• EXERCISE GOAL
When a line in the entries contains the word "saved", copy that line in full.

• INFORMATION GIVEN

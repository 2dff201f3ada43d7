import { expect } from 'chai';
import { mountApp } from '../../support/api-client';
import { zipEntries } from '../../support/zip-entries';
import { crossingsAlongRow, draw, measureScene, measurementsPath } from '../measurements/measurement-fixtures';

describe('exports: supplementary data', () => {
  let app: Awaited<ReturnType<typeof mountApp>>;
  before(async () => (app = await mountApp()));
  after(() => app.close());

  async function download(path: string, headers: Record<string, string>) {
    const res = await fetch(app.url + path, { headers });
    return { status: res.status, type: res.headers.get('content-type') ?? '', name: res.headers.get('content-disposition') ?? '', bytes: Buffer.from(await res.arrayBuffer()) };
  }

  it('when a reviewer exports the project, then one ZIP holds catalogue, images, annotations as GeoJSON, measurements, comments and history', async () => {
    const s = await measureScene(app.url);
    await draw(s, s.imageId, 'Bond interface', 'polyline', [[0, 700], [2000, 720]]);
    const marks = crossingsAlongRow(0, 750, 0, 2000, 40);
    const saved = await s.researcher.post(measurementsPath(s, s.imageId), { kind: 'intercept', pattern: { type: 'lines', direction: 'horizontal', spacingUm: 100, count: 1 }, marks });
    expect(saved.status).to.equal(201);
    const out = await download(`/api/projects/${s.projectId}/export.zip`, await s.reviewer.authHeaders());
    expect(out.status).to.equal(200);
    expect(out.type).to.contain('application/zip');
    expect(out.name).to.match(/supplementary-data-\d{4}-\d{2}-\d{2}\.zip/);
    const entries = zipEntries(out.bytes);
    expect([...entries.keys()]).to.include.members(['catalogue.json', 'images.csv', `annotations/${s.imageId}.geojson`, 'measurements.csv', 'comments.json', 'history.csv', 'README.txt']);
    const geojson = JSON.parse(entries.get(`annotations/${s.imageId}.geojson`)!.toString());
    expect(geojson.features[0].geometry).to.deep.equal({ type: 'LineString', coordinates: [[0, 700], [2000, 720]] });
    const measurements = entries.get('measurements.csv')!.toString();
    // 40 crossings on one 2000 px line at 0.5 µm/px: L = 1000 µm, P_L = 40 mm⁻¹, l̄ = 25 µm (hand-computed).
    expect(measurements).to.contain('Mean intercept l̄ (µm)');
    expect(measurements).to.match(/,1000,40,40,25,/);
    expect(entries.get('images.csv')!.toString()).to.contain('pixel_size (µm/px)');
    expect(entries.get('history.csv')!.toString()).to.contain('measurement.created');
    expect(entries.get('README.txt')!.toString()).to.contain('do not certify material');
  });

  it('when someone outside the project asks for its export, then 404 and no file', async () => {
    const s = await measureScene(app.url);
    const other = await measureScene(app.url);
    const out = await download(`/api/projects/${s.projectId}/export.zip`, await other.researcher.authHeaders());
    expect(out.status).to.equal(404);
    expect(out.type).to.contain('json');
  });
});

• WRITTEN REPLY
    const saved = await s.researcher.post(measurementsPath(s, s.imageId), { kind: 'intercept', pattern: { type: 'lines', direction: 'horizontal', spacingUm: 100, count: 1 }, marks });
    expect(saved.status).to.equal(201);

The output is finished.